Berbicara tentang lipid, kolesterol merupakan salah satu dari lemak atau senyawa lipid yang
sejak awal diyakini sebagai faktor risiko PJK. Di dalam darah kolesterol ditemukan bersama
dengan fosfolipid, trigliserida, dan asam lemak. Kolesterol berada dalam plasma atau serum
dalam dua fraksi, sebagai kolesterol tidak diesterifikasi atau sebagai ester kolesterol, dengan
yang terakhir ini membentuk sekitar dua pertiga kolesterol total plasma. Kecuali dinyatakan,
istilah kolesterol digunakan untuk menyatakan ester kolesterol dan kolesterol tidak diesterifikasi
total plasma.

Kolesterol dan lipid plasma lainnya tidak ada dalam bentuk bebas atau tidak berdisosiasi di
dalam aliran darah. Sebaliknya ia membentuk kompleks dengan senyawa protein yang disebut
apolipoprotein (atau apoprotein) dan dibawa di dalam kompleks makromolekular yang disebut
lipoprotein plasma. Akhir-akhir ini, pengukuran kadar kolesterol total sebagai faktor risiko
utama telah digantikan oleh pengukuran kolesterol dalam kelompok lipoprotein spesifik, yang
paling penting adalah LDL dan HDL.

Disamping itu nilai trigliserida serum juga berhubungan positif dengan risiko PJK. Trigliserida
adalah faktor risiko univarian yang sangat penting untuk PJK, tetapi tidak setelah analisis
multivarian; meskipun analisis seperti itu tidak tepat sama sekali, karena trigliserida tidak berdiri
sendiri dari kadar kolesterol dan kadar HDL rendah, obesitas, diabetes atau hipertensi.

Kolesterol-LDL

Low Density Lipoprotein (LDL) adalah lipoprotein utama pengangkut kolesterol dalam darah
yang terlibat dalam proses terjadinya PJK. Semakin tinggi kadar kolesterol-LDL dalam darah
menjadi petanda semakin tingginya risiko PJK, karena itu kolesterol-LDL biasa juga disebut
'kolesterol jahat'. Penurunan kolesterol-LDL pada individu yang mempunyai penyakit jantung,
atau yang mempunyai risiko PJK, dapat memperlambat perkembangan aterosklerosis ,
mengurangi kejadian infark miokard dan mengurangi mortalitas.

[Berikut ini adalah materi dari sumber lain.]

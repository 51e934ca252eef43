/** Settles how a job ends: nothing more joins it. Results and archive are written after this, then it is in force. */
import { Op } from 'sequelize';
import { database } from '@db/connection.ts';
import { Batch, type Job } from '@db/models/jobs.ts';
import type { JobEnding } from '@/domain/jobs/job-inputs.ts';

/** Inside a write transaction. What was computed past the prefix is discarded: recorded as absorbed, never charged. */
export async function endJob(job: Job, ending: JobEnding): Promise<void> {
  await Batch.update(
    { state: 'discarded', absorbedEvents: database().literal('absorbedEvents + events') as unknown as number },
    { where: { jobId: job.id, state: { [Op.in]: ['planned', 'done'] } } },
  );
  await job.update({ ending });
}
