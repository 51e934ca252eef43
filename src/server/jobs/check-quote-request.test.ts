/** What a quote refuses for its size, before any pilot is tried. */
import { describe, expect, it } from 'vitest';
import type { NetworkDocument } from '@/domain/network/document.ts';
import { limits } from '@/domain/limits.ts';
import { runBatch } from '@/engine/run-batch.ts';
import { batchTask } from '@tests/factories/batch-tasks.ts';
import { checkQuoteRequest, type QuoteRequest } from './check-quote-request.ts';

/** X leaves by `count` reactions of the same kind. */
const leaving = (count: number): NetworkDocument => ({
  species: [{ id: 'X', initialCount: 50 }],
  parameters: [{ id: 'k', value: 0.01 }],
  reactions: Array.from({ length: count }, (_, index) => ({
    id: `leave${index}`,
    equation: 'X → ∅',
    rateLaw: { kind: 'massAction', constant: 'k' },
  })),
});
const request: QuoteRequest = {
  modelVersionId: 'version_1',
  replicates: 10,
  horizon: 1,
  gridIntervals: 2,
  method: 'exact',
  lane: 'steady',
};

describe('the number of reactions of a job', () => {
  it('is not limited further than that of a stored network', async () => {
    const checked = checkQuoteRequest(request, leaving(limits.reactionsPerNetwork));
    if (!checked.ok) throw new Error(checked.detail);
    const { replicateCount, kernel } = await runBatch(
      batchTask(checked.value.networks[0]!, { replicateCount: 4, horizon: 1e-4 }),
    );
    expect({ replicateCount, kernel }).toEqual({ replicateCount: 4, kernel: 'composition-rejection' });
  });
});
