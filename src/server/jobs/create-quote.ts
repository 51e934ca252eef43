/** Quotes a job: checks the request, runs a pilot, and pins inputs and price until the quote expires. */
import { randomBytes } from 'node:crypto';
import { ModelVersion } from '@db/models/models.ts';
import { Quote, type Pilot } from '@db/models/jobs.ts';
import type { QuoteDocument } from '@/contracts/jobs.ts';
import type { JobInputs } from '@/domain/jobs/job-inputs.ts';
import {
  estimateArchiveBytes,
  leastCap,
  predictEvents,
  priceEvents,
  secondsByLane,
  type PilotSummary,
} from '@/domain/jobs/quote-estimate.ts';
import { pointsOf, type Sweep } from '@/domain/jobs/sweep.ts';
import { histogramTimes } from '@/domain/jobs/result-outputs.ts';
import { defaultEpsilon } from '@/domain/jobs/method-comparison.ts';
import { limits } from '@/domain/limits.ts';
import { checkNetwork } from '@/domain/network/check-network.ts';
import type { ResolvedNetwork } from '@/domain/network/resolved.ts';
import { rateOf, type PriceBook } from '@/domain/pricing/price-book.ts';
import { accept, refuse, type Result } from '@/domain/refusals.ts';
import type { Actor } from '@/domain/teams/actor.ts';
import { presentPriceBook } from '../billing/present-price-book.ts';
import { nowText } from '../clock.ts';
import { answerOnce, recallAnswer, type Idempotency } from '../http/answer-once.ts';
import { newId } from '../ids.ts';
import { authorise } from '../teams/authorise.ts';
import {
  checkQuoteRequest,
  defaultKeptTraces,
  passagesOf,
  stoppingOf,
  type QuoteRequest,
} from './check-quote-request.ts';
import { compareMethods } from './compare-methods.ts';
import { executor } from './executor.ts';
import { presentQuote } from './present-quote.ts';
import { queueLoad } from './queue-load.ts';
import { runPilot } from './run-pilot.ts';

/** The highest total that the meter can count exactly. */
const eventsMost = Number.MAX_SAFE_INTEGER;

export async function createQuote(options: {
  actor: Actor;
  team: string;
  request: QuoteRequest;
  idempotency?: Idempotency | undefined;
}): Promise<Result<{ quote: QuoteDocument }>> {
  const { actor, request } = options;
  const authorised = await authorise({ actor, team: options.team, permission: 'jobs:launch' });
  if (!authorised.ok) return authorised;
  const { team, userId } = authorised.value;
  if (userId === null) return refuse('forbidden', 'Quotes are asked for by people.');
  const recalled = await recallAnswer<{ quote: QuoteDocument }>(options.idempotency);
  if (recalled) return recalled;

  const version = await ModelVersion.findOne({ where: { id: request.modelVersionId, teamId: team.id } });
  if (!version)
    return refuse('not_found', 'There is no such model version in this team.', {
      errors: [{ path: 'modelVersionId', code: 'not_found', message: 'Unknown model version.' }],
    });
  const checked = checkQuoteRequest(request, version.document);
  if (!checked.ok) return checked;
  const { networks, sweep } = checked.value;
  const network = networks[0]!;
  const inputs = inputsOf(request, network, sweep);
  const forPilot = { teamId: team.id, userId, modelVersionId: version.id, networks, inputs };
  const ran = await runPilot(forPilot);
  if (!ran.ok) return ran;

  const priced = await price(inputs, ran.value.pilot);
  if (!priced.ok) return priced;
  const answer = {
    ...priced.value.answer,
    comparison: await compareMethods(forPilot, ran.value.pilot, priced.value.book),
    archiveBytes: estimateArchiveBytes({
      replicates: inputs.replicates,
      gridPoints: inputs.gridIntervals + 1,
      histogramTimes: histogramTimes(inputs.gridIntervals).length,
      observables: network.observables.length,
      points: networks.length,
      keptTraces: inputs.keptTraces,
      documentBytes: JSON.stringify(version.document).length,
    }),
    pilot: {
      replicates: ran.value.pilot.replicates,
      events: ran.value.pilot.events,
      cutReplicates: ran.value.pilot.cutReplicates,
      cached: ran.value.cached,
    },
    problems: checkNetwork(version.document),
  };
  return answerOnce(options.idempotency, async () => {
    const quote = await Quote.create({
      id: newId('quote'),
      teamId: team.id,
      userId,
      modelVersionId: version.id,
      inputs,
      answer,
      ...priced.value.row,
      createdAt: nowText(),
      expiresAt: nowText(limits.quoteMinutes * 60_000),
    });
    return accept({ quote: presentQuote(quote) });
  });
}

/** The inputs as they are pinned: defaults filled in, a seed drawn where none was given. */
function inputsOf(request: QuoteRequest, network: ResolvedNetwork, sweep: Sweep | undefined): JobInputs {
  const { replicates, horizon, gridIntervals, method, epsilon = defaultEpsilon, lane } = request;
  const stopping = stoppingOf(request);
  return {
    replicates,
    horizon,
    gridIntervals,
    method,
    ...(method === 'leap' ? { epsilon } : {}),
    // "007" and 7 are one seed.
    seed: request.seed === undefined ? drawSeed() : BigInt(request.seed).toString(),
    lane,
    overrides: request.overrides ?? {},
    ...(sweep ? { sweep } : {}),
    keptTraces: request.outputs?.keptTraces ?? defaultKeptTraces(request, network, pointsOf({ sweep })),
    passages: passagesOf(request),
    ...(request.outputs?.correlations ? { correlations: request.outputs.correlations } : {}),
    ...(stopping ? { stopping } : {}),
    eventBudgetPerReplicate: limits.eventsPerReplicate,
  };
}

const drawSeed = (): string => randomBytes(8).readBigUInt64LE().toString();

async function price(inputs: JobInputs, pilot: Pilot): Promise<Result<Priced>> {
  const book = await presentPriceBook();
  const rate = rateOf(book, inputs.lane, inputs.method);
  const summary: PilotSummary = { ...pilot.get(), oneSided: pilot.cutReplicates > 0 };
  const events = predictEvents(summary, inputs.replicates);
  if (events.high * Math.max(1, rate / 1e6) > eventsMost)
    return refuse(
      'invalid_input',
      `About ${events.expected.toExponential(1)} events are more than one job can meter. Ask for fewer replicates or a shorter horizon.`,
      { errors: [{ path: 'replicates', code: 'too_many_events', message: 'More events than one job can meter.' }] },
    );
  const microcredits = priceEvents(events, rate);
  const least = leastCap({
    pilot: summary,
    replicates: inputs.replicates,
    fewest: limits.capReplicatesMinimum,
    microcreditsPerMillionEvents: rate,
  });
  return accept(await pricedAnswer({ inputs, pilot, summary, book, rate, microcredits, least }));
}

type Priced = Awaited<ReturnType<typeof pricedAnswer>>;

async function pricedAnswer(options: {
  inputs: JobInputs;
  pilot: Pilot;
  summary: PilotSummary;
  book: PriceBook;
  rate: number;
  microcredits: { expected: number; low: number; high: number };
  least: number;
}) {
  const { inputs, pilot, summary, book, rate, microcredits, least } = options;
  return {
    row: {
      priceBookId: book.id,
      microcreditsPerMillionEvents: rate,
      expectedMicrocredits: microcredits.expected,
      // Few replicates may cost more than a prediction for all of them says; the cap covers both.
      highMicrocredits: Math.max(microcredits.high, least),
      leastCapMicrocredits: least,
      eventsPerReplicate: summary.mean,
      secondsPerReplicate: pilot.secondsPerReplicate,
    },
    book,
    answer: {
      eventsPerReplicate: { mean: summary.mean / pointsOf(inputs), sd: summary.sd / pointsOf(inputs) },
      microcredits: { ...microcredits, high: Math.max(microcredits.high, least) },
      oneSided: summary.oneSided,
      leastCapMicrocredits: least,
      secondsByLane: secondsByLane({
        workSeconds: pilot.secondsPerReplicate * inputs.replicates,
        load: await queueLoad(),
        workers: executor().capacity,
      }),
      lane: inputs.lane,
      microcreditsPerMillionEvents: rate,
      priceBookVersion: book.version,
      replicates: inputs.replicates,
      method: inputs.method,
      epsilon: inputs.epsilon ?? null,
      points: pointsOf(inputs),
      sweep: inputs.sweep ?? null,
      seed: inputs.seed,
      kernel: pilot.kernel,
      engineVersion: pilot.engineVersion,
    },
  };
}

The Adult Treatment Panel (ATP) of The National Cholesterol Program telah menetapkan bahwa
keputusan untuk mengelola kolesterol tinggi akan berdasarkan nilai kolesterol-LDL. Lebih jauh
lagi, NCEP telah menganjurkan klinisi untuk menggunakan kadar kolesterol-LDL dalam
membuat keputusan terapi, kapan memulai terapi dengan diet dan atau mempertimbangkan
penggunaan obat.

Kolesterol-HDL

High Density Lipoprotein (HDL) merupakan lipoprotein yang bersifat menurunkan faktor risiko
pembentukan aterosklerosis. Kolesterol-HDL beredar dalam darah dan kembali ke hepar
mengalami katabolisme membentuk empedu serta dieleiminasi melalui usus besar. Sehingga
semakin tinggi kadar HDL, semakin banyak kolesterol yang dieliminasi. Tidak seperti kadar
kolesterol total atau LDL, kadar HDL berhubungan terbalik dengan risiko PJK.

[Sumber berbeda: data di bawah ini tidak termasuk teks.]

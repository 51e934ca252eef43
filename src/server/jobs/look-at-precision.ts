/** Looks whether a job's precision target is met by its present prefix; ends the job if so, else lets the prefix go on. */
import { inWriteTransaction } from '@db/in-write-transaction.ts';
import { Job } from '@db/models/jobs.ts';
import { isPrecise, type PrecisionTarget } from '@/domain/jobs/precision.ts';
import type { EnsembleSummary } from '@/engine/ensemble.ts';
import { distributionOf } from '@/engine/statistics/distribution-of.ts';
import { asSummary, momentsAt } from '@/engine/statistics/statistics-of.ts';
import { advancePrefix, type Advance } from './advance-prefix.ts';
import { endJob } from './end-job.ts';
import { prefixEnsemble } from './prefix-ensemble.ts';

/** Looking again after a crash finds the same: the prefix decides, and nothing joins it before the look is over. */
export async function lookAtPrecision(jobId: string, replicates: number): Promise<Advance> {
  const job = (await Job.findByPk(jobId))!;
  const target = job.inputs.stopping!;
  const { points, replicates: present } = await prefixEnsemble(job);
  const precise = present === replicates && points.every(({ summary }) => isPrecise(target, seenBy(summary, target)));
  return inWriteTransaction(async () => {
    await job.reload();
    if (precise && !job.ending && job.replicatesDone === replicates)
      await endJob(job, {
        state: 'done',
        reason: 'precision_reached',
        detail:
          `The mean of ${target.observable} is known as well as was asked for after ${replicates.toLocaleString('en')} replicates` +
          `${points.length > 1 ? ' at every point' : ''}. ` +
          'The interval is nominal, since it was looked at more than once.',
        failure: null,
      });
    return advancePrefix(job, replicates);
  });
}

function seenBy(ensemble: EnsembleSummary, { observable, gridPoint }: PrecisionTarget) {
  const summary = asSummary(ensemble);
  const { mean, meanStandardError } = momentsAt(summary, summary.observables.indexOf(observable), gridPoint);
  const commonest = Math.max(...distributionOf(summary, observable, gridPoint).counts);
  return { replicates: summary.replicates, mean, standardError: meanStandardError, commonest };
}
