/** One number at every point of a sweep, with its 95 % interval, over the complete prefix as it stands. */
import type { PointEnsemble } from '@/archives/ensemble.ts';
import type { SweepResultsDocument } from '@/contracts/job-sweep.ts';
import { accept, refuse, type Result } from '@/domain/refusals.ts';
import type { Actor } from '@/domain/teams/actor.ts';
import { joined } from '@/engine/statistics/block-collector.ts';
import { passageEstimates } from '@/engine/statistics/first-passage.ts';
import { asSummary, momentsAt } from '@/engine/statistics/statistics-of.ts';
import { normal95 } from '@/engine/statistics/wilson.ts';
import { openResults } from './open-results.ts';

type Value = SweepResultsDocument['values'][number];

export async function readSweepResults(options: {
  actor: Actor;
  team: string;
  job: string;
  statistic: SweepResultsDocument['statistic'];
  observable?: string | undefined;
  time?: number | undefined;
  passage: number;
}): Promise<Result<SweepResultsDocument>> {
  const opened = await openResults({ ...options, point: 0 });
  if (!opened.ok) return opened;
  const { job, points, replicates } = opened.value;
  const { sweep, horizon, gridIntervals, passages = [] } = job.inputs;
  if (!sweep) return unfit('job', 'no_sweep', 'This job has one point and no sweep.');
  const { statistic, observable, time = horizon, passage } = options;
  if (statistic === 'passed') {
    if (!(passage in passages))
      return unfit('query.passage', 'unknown_passage', 'This job notes no such first passage.');
    const values = points.map((point) => passageEstimates(joined(point.passages[passage]!), horizon).probability);
    return accept({ replicates, statistic, sweep, values });
  }
  const { observables } = points[0]!.summary;
  const place = observables.indexOf(observable ?? '');
  if (place < 0) return unfit('query.observable', 'unknown_observable', `One of: ${observables.join(', ')}.`);
  if (time > horizon) return unfit('query.time', 'too_large', `At most ${horizon}.`);
  const gridPoint = Math.round((time / horizon) * gridIntervals);
  const values = points.map((point) => valueAt(point, statistic, place, gridPoint));
  return accept({ replicates, statistic, sweep, values });
}

const unfit = (path: string, code: string, message: string): Result<never> =>
  refuse('invalid_input', message, { errors: [{ path, code, message }] });

/** Null where the number does not exist; without bounds where so few replicates give no error. */
function valueAt(
  { summary }: PointEnsemble,
  statistic: 'mean' | 'sd' | 'fano' | 'cv',
  observable: number,
  gridPoint: number,
): Value {
  const moments = momentsAt(asSummary(summary), observable, gridPoint);
  const value = moments[statistic];
  if (!Number.isFinite(value)) return null;
  const half = normal95 * moments[`${statistic}StandardError`];
  return Number.isFinite(half)
    ? { value, lower: value - half, upper: value + half }
    : { value, lower: null, upper: null };
}
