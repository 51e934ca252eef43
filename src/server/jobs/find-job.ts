/** Finds a job inside a team; what belongs to another team does not exist. */
import { Job } from '@db/models/jobs.ts';
import { accept, refuse, type Result } from '@/domain/refusals.ts';

export async function findJob(options: { teamId: string; job: string }): Promise<Result<Job>> {
  const job = await Job.findOne({ where: { id: options.job, teamId: options.teamId } });
  return job ? accept(job) : refuse('not_found', 'There is no such job in this team.');
}
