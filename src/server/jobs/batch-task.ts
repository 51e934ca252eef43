/** Makes the engine's task for a range of a job's replicates. The same range gives the same answer, whenever it runs. */
import { ModelVersion } from '@db/models/models.ts';
import type { Job } from '@db/models/jobs.ts';
import { jobTask } from '@/archives/job-task.ts';
import type { ResolvedNetwork } from '@/domain/network/resolved.ts';
import { resolveNetwork } from '@/domain/network/resolve-network.ts';
import type { BatchTask } from '@/engine/ensemble.ts';

/** The network of a job, with its overrides. */
export async function networkOf(job: Job): Promise<ResolvedNetwork> {
  const version = await ModelVersion.findByPk(job.modelVersionId);
  const resolved = resolveNetwork(version!.document, job.inputs.overrides);
  if (!resolved.ok)
    throw new Error(
      `The network of ${job.id} ran when it was quoted and no longer does: ${resolved.problems[0]?.message}`,
    );
  return resolved.network;
}

export function batchTask(options: {
  job: Job;
  network: ResolvedNetwork;
  point: number;
  firstReplicate: number;
  replicateCount: number;
  /** Stops the batch once no further replicate could fit under the cap; it never shapes a replicate. */
  eventBudgetPerBatch?: number | null;
}): BatchTask {
  const { job, eventBudgetPerBatch = null, ...range } = options;
  return { ...jobTask({ ...range, inputs: job.inputs, seed: job.seed }), eventBudgetPerBatch };
}
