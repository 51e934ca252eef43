/** The side-by-side of a leap quote: the exact pilot of the same inputs beside the leaped one. */
import type { Pilot } from '@db/models/jobs.ts';
import type { MethodComparison } from '@/contracts/jobs.ts';
import { compareMeans, type MethodPilot } from '@/domain/jobs/method-comparison.ts';
import { predictEvents, priceEvents, type PilotSummary } from '@/domain/jobs/quote-estimate.ts';
import { rateOf, type MethodFamily, type PriceBook } from '@/domain/pricing/price-book.ts';
import type { JobInputs } from '@/domain/jobs/job-inputs.ts';
import { pointsOf } from '@/domain/jobs/sweep.ts';
import { runPilot, type PilotOptions } from './run-pilot.ts';

/**
 * Null for the exact method. An exact pilot that cannot run (its events run over, the member's pilots of the hour are used up) leaves
 * its place empty, with the reason: the leaped quote stands by itself.
 */
export async function compareMethods(
  options: PilotOptions,
  leaped: Pilot,
  book: PriceBook,
): Promise<MethodComparison | null> {
  const { inputs } = options;
  if (inputs.method !== 'leap') return null;
  const { epsilon: _, ...shared } = inputs;
  const ran = await runPilot({ ...options, inputs: { ...shared, method: 'exact' } });
  const leap = ofPilot(leaped, inputs, 'leap', book);
  if (!ran.ok)
    return { exact: null, exactRefused: ran.detail, leap, leapDearer: null, leapSlower: null, observables: [] };
  const exact = ofPilot(ran.value.pilot, inputs, 'exact', book);
  return {
    exact,
    exactRefused: null,
    leap,
    leapDearer: leap.microcredits >= exact.microcredits,
    leapSlower: leap.secondsPerReplicate >= exact.secondsPerReplicate,
    observables: compareMeans(meansOf(ran.value.pilot), meansOf(leaped)),
  };
}

function ofPilot(pilot: Pilot, inputs: JobInputs, method: MethodFamily, book: PriceBook) {
  const { replicates, lane } = inputs;
  // A sweep's pilot counts a replicate of every point together.
  const points = pointsOf(inputs);
  const rate = rateOf(book, lane, method);
  const summary: PilotSummary = { ...pilot.get(), oneSided: pilot.cutReplicates > 0 };
  return {
    pilotReplicates: pilot.replicates,
    eventsPerReplicate: { mean: pilot.mean / points, sd: pilot.sd / points },
    /** A cut replicate counts with what it had, so events and price are then lower bounds. */
    oneSided: summary.oneSided,
    microcreditsPerMillionEvents: rate,
    microcredits: priceEvents(predictEvents(summary, replicates), rate).expected,
    secondsPerReplicate: pilot.secondsPerReplicate / points,
  };
}

/** The replicate that was cut has no state at the horizon. */
const meansOf = ({ replicates, cutReplicates, atHorizon }: Pilot): MethodPilot => ({
  replicates: replicates - cutReplicates,
  atHorizon: atHorizon ?? [],
});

Manfaat pemeriksaan HDL dalam menentukan risiko PJK prematur juga sudah diketahui
sebelum tahun 1990-an. Berdasarkan Framinghan Heart Study penurunan HDL sebesar 1 %
berarti peningkatan risiko PJK sebesar 3 - 4 %. Selain itu, studi angiografik pada awal dekade ini
juga menunjukkan untuk pertama kalinya bahwa peningkatan nilai HDL ada hubungannya
dengan pengurangan kecepatan perkembangan lesi aterosklerosis dan regresi lesi.

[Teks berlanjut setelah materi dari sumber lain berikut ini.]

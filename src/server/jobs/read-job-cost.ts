/** How the charge of a job came about: price, events, rounding, absorbed work, lots and ledger transactions. */
import { QueryTypes } from 'sequelize';
import { database } from '@db/connection.ts';
import { Invoice } from '@db/models/billing.ts';
import type { JobCost } from '@/contracts/job-cost.ts';
import type { TransactionKind } from '@/domain/ledger/accounts.ts';
import type { Lane, MethodFamily } from '@/domain/pricing/price-book.ts';
import { exactChargeText } from '@/domain/pricing/exact-charge.ts';
import { chargeMicrocredits } from '@/domain/pricing/price-of.ts';
import { accept, type Result } from '@/domain/refusals.ts';
import type { Actor } from '@/domain/teams/actor.ts';
import { authorise } from '../teams/authorise.ts';
import { findJob } from './find-job.ts';

export async function readJobCost(options: {
  actor: Actor;
  team: string;
  job: string;
}): Promise<Result<{ cost: JobCost }>> {
  const authorised = await authorise({ ...options, permission: 'credits:read' });
  if (!authorised.ok) return authorised;
  const teamId = authorised.value.team.id;
  const found = await findJob({ teamId, job: options.job });
  if (!found.ok) return found;
  const job = found.value;
  const bind = { jobId: job.id, teamId };
  const [segments, lots, transactions, [code]] = await Promise.all([
    readSegments(bind),
    readLots(bind),
    database().query<{ kind: TransactionKind; count: number; amountMicrocredits: number }>(
      `SELECT kind, count(DISTINCT sequence) AS count, coalesce(sum(max(0, amountMicrocredits)), 0) AS amountMicrocredits
       FROM ledgerTransactions LEFT JOIN ledgerPostings ON transactionSequence = sequence
       WHERE jobId = $jobId AND ledgerTransactions.teamId = $teamId GROUP BY kind ORDER BY min(sequence)`,
      { type: QueryTypes.SELECT, bind },
    ),
    database().query<{ code: string }>('SELECT code FROM projectCodes WHERE id = $id', {
      type: QueryTypes.SELECT,
      bind: { id: job.projectCodeId },
    }),
  ]);
  return accept({
    cost: {
      jobId: job.id,
      jobName: job.name,
      projectCode: code?.code ?? null,
      chargedMicrocredits: segments.reduce((sum, segment) => sum + segment.chargedMicrocredits, 0),
      segments,
      lots,
      transactions,
    },
  });
}

interface SegmentRow {
  id: string;
  ordinal: number;
  launchedBy: string;
  startedAt: string;
  priceBookVersion: number;
  lane: Lane;
  family: MethodFamily;
  rate: number;
  events: number;
  absorbedEvents: number;
  cap: number;
  held: number;
  spent: number;
}

/** Charged and held as the ledger has them, the rest as the meter noted it. */
async function readSegments(bind: { jobId: string; teamId: string }): Promise<JobCost['segments']> {
  const total = (column: string) =>
    `(SELECT ${column} FROM ledgerTransactions WHERE segmentId = segments.id ORDER BY sequence DESC LIMIT 1)`;
  const rows = await database().query<SegmentRow>(
    `SELECT segments.id, ordinal, users.name AS launchedBy, priceBooks.version AS priceBookVersion,
       (SELECT occurredAt FROM ledgerTransactions WHERE segmentId = segments.id ORDER BY sequence LIMIT 1) AS startedAt,
       quotes.inputs ->> 'lane' AS lane, quotes.inputs ->> 'method' AS family,
       segments.microcreditsPerMillionEvents AS rate, segments.events, segments.capMicrocredits AS cap,
       (SELECT coalesce(sum(absorbedEvents), 0) FROM batches WHERE segmentId = segments.id) AS absorbedEvents,
       ${total('segmentHeldMicrocredits')} AS held, ${total('segmentSpentMicrocredits')} AS spent
     FROM segments JOIN users ON users.id = segments.userId JOIN quotes ON quotes.id = segments.quoteId
     JOIN priceBooks ON priceBooks.id = segments.priceBookId
     WHERE jobId = $jobId ORDER BY ordinal`,
    { type: QueryTypes.SELECT, bind: { jobId: bind.jobId } },
  );
  return rows.map(({ rate, events, absorbedEvents, cap, held, spent, ...row }) => ({
    ...row,
    microcreditsPerMillionEvents: rate,
    events: String(events),
    exactCredits: exactChargeText(events, rate),
    chargedMicrocredits: spent,
    absorbedEvents: String(absorbedEvents),
    absorbedMicrocredits: chargeMicrocredits(absorbedEvents, rate),
    royaltyMicrocredits: 0,
    capMicrocredits: cap,
    heldMicrocredits: held,
    releasedMicrocredits: cap - held - spent,
  }));
}

async function readLots(bind: { jobId: string; teamId: string }): Promise<JobCost['lots']> {
  const rows = await database().query<{
    id: string;
    source: 'grant' | 'royalty' | 'bought';
    purchaseId: string | null;
    drawnMicrocredits: number;
  }>(
    `SELECT lots.id, lots.source, lots.purchaseId, sum(lotDraws.amountMicrocredits) AS drawnMicrocredits
     FROM ledgerTransactions AS own JOIN lotDraws ON lotDraws.transactionSequence = own.sequence
     JOIN lots ON lots.id = lotDraws.lotId
     WHERE own.jobId = $jobId AND own.teamId = $teamId GROUP BY lots.id ORDER BY min(own.sequence), lots.transactionSequence`,
    { type: QueryTypes.SELECT, bind },
  );
  const purchases = rows.flatMap(({ purchaseId }) => purchaseId ?? []);
  const attributes = ['id', 'number', 'topUpId', 'proFormaId'];
  const invoices = [
    ...(await Invoice.findAll({ where: { topUpId: purchases }, attributes })),
    ...(await Invoice.findAll({ where: { proFormaId: purchases }, attributes })),
  ];
  return rows.map(({ purchaseId, ...lot }) => {
    const paid = invoices.find((each) => purchaseId !== null && [each.topUpId, each.proFormaId].includes(purchaseId));
    return { ...lot, invoice: paid ? { id: paid.id, number: paid.number } : null };
  });
}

Dengan demikian HDL sering disebut kolesterol yang baik; makin tinggi kadar HDL makin baik
untuk pasien tersebut. Berdasarkan panduan manajemen lipid dari NCEP ATP II, nilai HDL
yang tinggi merupakan satu faktor risiko negatif untuk PJK, mengimbangi faktor risiko positif
seperti merokok sigaret, riwayat keluarga, dan hipertensi

Trigliserida

Trigliserida bersirkulasi dalam darah bersama-sama dengan VLDL (Very Low Densitiy
Lipoprotein) yang bersifat aterogenik. Trigliserida serum juga berhubungan positif dengan risiko
PJK. Namun, kebanyakan penelitian prospektif menunjukkan bahwa risiko berlebihan ini
tergantung atas adanya bersamaan kadar HDL yang rendah dan kolesterol-LDL yang tinggi,
obesitas, serta gangguan toleransi glukosa. Menurut Reckless (1994) pada diabetes,
hipertrigliserida pada kenyataannya potensial menjadi aterogenik tanpa perlu disertai oleh
hiperkolesterolemia yang berat. Karena itu, pada orang yang mangalami peningkatan trigliserida
harus diperiksa bagi tingginya kolesterol-LDL, turunnya kolesterol-HDL, hiperglikemia,
obesitas, dan penyalahgunaan alkohol serta harus dilakukan tindakan pencegahan yang tepat.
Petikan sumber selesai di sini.